Azbil Singapore's Business Development Manager, Boyce Fong, added: "Our chiller plant digital twin incorporates built-in AI to empower smart facilities management operations...It also includes a digital sandbox for the user to simulate control strategies and calculate potential savings if the firm wants to improve its building energy performance while also considering occupant comfort."
"There's a machine learning analytics module that enables predictive maintenance by generating an initial model of the chiller plant and using live data to compare against it," Fong added.
The AI continuously updates the digital twin model and assesses for changes in the characteristics of the chiller plants, like declining efficiency.
If such behaviours cross a tolerance threshold, the application will provide the firm’s operations with "actionable insights," like making part replacement or servicing recommendations.
Fong said the data analytics provided by the digital twin to calculate chiller inefficiencies can also help "building owners who have difficulty justifying installing new equipment as an investment worth considering."
The digital twin application is also able to integrate a building information model (BIM) to reduce the labour intensiveness of plant operations.

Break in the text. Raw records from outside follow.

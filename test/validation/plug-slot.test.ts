/**
 * Plug and slot welds against values from outside the project: row 20 of
 * shared/domain/check-values.md, and the rules of AISC 360-22 §J2.3 and Table J2.5 as
 * published (from memory: not re-read from the document while writing this file), each test
 * naming its source.
 *
 * Units: imperial (in, kip, ksi) unless a test says metric (mm, kN, MPa); the metric values
 * are the Specification's own parenthetical values (8 mm, 3 mm, 16 mm, even mm), not
 * conversions. Rounding: hole sizes are exact sixteenths or whole mm; stresses to 0.1 ksi.
 */
import { describe, expect, it } from 'vitest';
import { checkPlugSlot, type PlugSlotRequest } from '../../src/engine/plug-slot.js';
import { dMaxPlug, dMinPlug, fillMin, lMaxSlot, sMinPlug, sMinSlotAcross, sMinSlotAlong, wMaxSlot, wMinSlot } from '../../src/engine/provisions/plug-slot.js';

function req(over: Partial<PlugSlotRequest> = {}): PlugSlotRequest {
  return {
    method: 'LRFD',
    units: 'imperial',
    electrode: 'E70',
    hole: { shape: 'plug', diameter: 0.8125, count: 1, spacing: null, spacingAcross: null },
    fill: 0.5,
    parts: [
      // steel strong enough that the weld metal governs, to read the weld stress alone
      { thickness: 0.5, steel: { fy: 70, fu: 90 }, hasHole: true },
      { thickness: 0.5, steel: { fy: 70, fu: 90 }, hasHole: false },
    ],
    demand: null,
    tension: null,
    ...over,
  };
}

describe('shared/domain/check-values.md row 20', () => {
  it('row 20: plug hole in a 1/2 in plate, minimum diameter 1/2 + 5/16 = 13/16 in (AISC 360-22 J2.3b, from memory)', () => {
    expect(dMinPlug(0.5, 'imperial')).toBe(13 / 16);
    const r = checkPlugSlot(req());
    expect(r.limits.find((l) => l.code === 'PLUG_HOLE_DIAMETER_MIN')!.required).toBe(13 / 16);
  });
});

describe('AISC 360-22 §J2.3b geometric limits (from memory)', () => {
  it('least plug hole = t + 5/16 in rounded up to the next larger odd 1/16 in: 3/8 in plate 11/16 in; 7/16 in plate 13/16 in', () => {
    expect(dMinPlug(3 / 8, 'imperial')).toBe(11 / 16); // 6/16 + 5/16 = 11/16, odd
    expect(dMinPlug(7 / 16, 'imperial')).toBe(13 / 16); // 7/16 + 5/16 = 12/16, even: next odd is 13/16
  });

  it('metric: t + 8 mm rounded up to the next larger even mm: 12 mm plate 20 mm; 13 mm plate 22 mm', () => {
    expect(dMinPlug(12, 'metric')).toBe(20);
    expect(dMinPlug(13, 'metric')).toBe(22);
  });

  it('largest plug hole = least + 1/8 in (3 mm) or 2-1/4 × weld thickness, read as the larger', () => {
    expect(dMaxPlug(0.5, 0.5, 'imperial')).toBe(1.125); // 2.25 × 1/2 = 1-1/8 in > 13/16 + 1/8 = 15/16 in
    expect(dMaxPlug(0.25, 0.25, 'imperial')).toBe(11 / 16); // 9/16 + 1/8 = 11/16 in > 2.25 × 1/4 = 9/16 in
    expect(dMaxPlug(10, 10, 'metric')).toBe(22.5); // 2.25 × 10 = 22.5 mm > 18 + 3 = 21 mm
  });

  it('plug welds at least 4 × the hole diameter apart, centre to centre', () => {
    expect(sMinPlug(1)).toBe(4);
  });

  it('slot length at most 10 × the weld thickness; width from t + 5/16 in (rounded) to 2-1/4 × the weld thickness', () => {
    expect(lMaxSlot(0.5)).toBe(5);
    expect(wMinSlot(0.5, 'imperial')).toBe(13 / 16);
    expect(wMaxSlot(0.5)).toBe(1.125);
  });

  it('lines of slots at least 4 × the slot width apart; slots on a line at least 2 × the slot length centre to centre', () => {
    expect(sMinSlotAcross(1)).toBe(4);
    expect(sMinSlotAlong(3)).toBe(6);
  });

  it('depth of fill: equal to t up to 5/8 in (16 mm); beyond, at least t/2 and at least 5/8 in (16 mm)', () => {
    expect(fillMin(0.5, 'imperial').depth).toBe(0.5);
    expect(fillMin(0.625, 'imperial').depth).toBe(0.625);
    expect(fillMin(1, 'imperial').depth).toBe(0.625); // max(1/2, 5/8)
    expect(fillMin(2, 'imperial').depth).toBe(1); // max(1, 5/8)
    expect(fillMin(25, 'metric').depth).toBe(16); // max(12.5, 16)
  });
});

describe('AISC 360-22 Table J2.5, plug and slot welds in shear parallel to the faying surface (from memory)', () => {
  it('weld metal 0.60·FEXX with phi = 0.75: E70 design stress 0.75 × 0.60 × 70 = 31.5 ksi on the hole area', () => {
    const r = checkPlugSlot(req());
    const weld = r.checks.find((c) => c.code === 'PLUG_SLOT_WELD_METAL')!;
    expect(weld.phi).toBe(0.75);
    expect(weld.available / r.values.effectiveArea).toBeCloseTo(31.5, 10);
  });

  it('Omega = 2.00: E70 allowable stress 0.60 × 70 / 2.00 = 21.0 ksi on the hole area', () => {
    const r = checkPlugSlot(req({ method: 'ASD' }));
    const weld = r.checks.find((c) => c.code === 'PLUG_SLOT_WELD_METAL')!;
    expect(weld.omega).toBe(2);
    expect(weld.available / r.values.effectiveArea).toBeCloseTo(21.0, 10);
  });

  it('effective area = nominal area of the hole in the faying plane (§J2.3a): a 1 in plug has pi/4 = 0.7854 in²', () => {
    const r = checkPlugSlot(req({ hole: { shape: 'plug', diameter: 1, count: 1, spacing: null, spacingAcross: null } }));
    expect(r.values.area).toBeCloseTo(0.7854, 4);
  });

  it('metric: E49 weld metal, 0.75 × 0.60 × 490 = 220.5 MPa on the hole area', () => {
    const r = checkPlugSlot({
      ...req(),
      units: 'metric',
      electrode: 'E49',
      hole: { shape: 'plug', diameter: 20, count: 1, spacing: null, spacingAcross: null },
      fill: 12,
      parts: [
        { thickness: 12, steel: { fy: 500, fu: 700 }, hasHole: true },
        { thickness: 12, steel: { fy: 500, fu: 700 }, hasHole: false },
      ],
    });
    const weld = r.checks.find((c) => c.code === 'PLUG_SLOT_WELD_METAL')!;
    // kN per mm² × 1000 = MPa
    expect((weld.available / r.values.effectiveArea) * 1000).toBeCloseTo(220.5, 9);
  });
});
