/**
 * The query-string form's builder (src/query.ts): dotted names become the nested request, and
 * each refusal names the field by its JSON pointer (RFC 6901: "~" as "~0", "/" as "~1").
 */
import fc from 'fast-check';
import { describe, expect, it } from 'vitest';
import { RequestFieldError } from '../../src/operations/shared.js';
import { coerce, unflatten } from '../../src/query.js';
import { thrown } from '../assert.js';

describe('unflatten', () => {
  it('builds nested objects and arrays from dotted names', () => {
    expect(unflatten({ method: 'LRFD', 'welds.0.size': '5/16', 'welds.1.size': '1/4', 'load.force': '120' })).toEqual({
      method: 'LRFD',
      welds: [{ size: '5/16' }, { size: '1/4' }],
      load: { force: '120' },
    });
  });

  it('a gap in the indexes names the missing item', () => {
    const e = thrown(() => unflatten({ 'welds.1.size': '1/4' }), RequestFieldError);
    expect(e.pointer).toBe('/welds/0');
    const deep = thrown(() => unflatten({ 'parts.0.steel': 'A36', 'welds.0.size': '1/4', 'welds.2.size': '1/4' }), RequestFieldError);
    expect(deep.pointer).toBe('/welds/1');
  });

  it('a bad name is refused with its pointer', () => {
    expect(thrown(() => unflatten({ 'welds.0.__proto__': 'x' }), RequestFieldError).pointer).toBe('/welds/0/__proto__');
    expect(thrown(() => unflatten({ 'load.force.x': '1', 'load.force': '2' }), RequestFieldError).pointer).toBe('/load/force');
    expect(thrown(() => unflatten({ 'welds.01.size': '1' }), RequestFieldError).pointer).toBe('/welds/01/size');
  });

  it('never throws anything but a RequestFieldError, whatever the names (property)', () => {
    fc.assert(
      fc.property(fc.dictionary(fc.string({ maxLength: 12 }), fc.string({ maxLength: 6 }), { maxKeys: 6 }), (query) => {
        try {
          unflatten(query);
        } catch (err) {
          expect(err).toBeInstanceOf(RequestFieldError);
        }
      }),
      { numRuns: 300 },
    );
  });
});

describe('coerce', () => {
  const schema = {
    type: 'object',
    properties: {
      n: { type: 'number' },
      i: { anyOf: [{ type: 'integer' }, { type: 'string' }] },
      b: { type: 'boolean' },
      list: { type: 'array', items: { type: 'number' } },
      s: { type: 'string' },
    },
  };

  it('turns text into the types the schema asks for, and leaves the rest', () => {
    expect(coerce(schema, { n: '2.5', i: '3', b: 'TRUE', list: '1, 2,3', s: '4', other: '5' })).toEqual({ n: 2.5, i: 3, b: true, list: [1, 2, 3], s: '4', other: '5' });
    expect(coerce(schema, { n: 'abc', b: '0' })).toEqual({ n: 'abc', b: false });
  });
});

"As a user, you can have a bird's eye view of the entire facility and its infrastructure layout without having to be physically present, or even printing 2D drawings. You can also navigate the building specifications in first-person view, which offers virtual wayfinding and greatly diminishes the need for time-consuming in-person physical site tours, or even training," Fong said.
Operational goals, however, are not the only targets Azbil's digital twin can achieve.
According to Fong, their digital twin incorporates a green AI engine which allows users to "adaptively control and optimise building energy efficiencies."
"Air-conditioning and ventilation operations are significant contributors to energy consumption in a building. The digital twin allows users to automatically optimise and monitor energy utilisation in real-time," he said.
Using the digital twin, users can also virtually implement control strategies to realise optimal energy efficiency and still satisfy user comfort levels.
"The energy-saving effects can be simulated through energy-saving applications with the digital twin model in cyberspace," Azbil stated on its website.
To add, Azbil's digital twin also contributes to Sustainable Development Goals (SDGs) 9 (industry innovation and infrastructure), 11 (sustainable cities and communities), and 13 (climate action) was adopted by the UN Sustainable Development Summit.
Looking ahead, Fong said Azbil plans to make their digital twin platform available in at least 80% of all applicable buildings in Singapore to contribute to the nation's green plan targets of sustainable development and net zero emissions from future generations.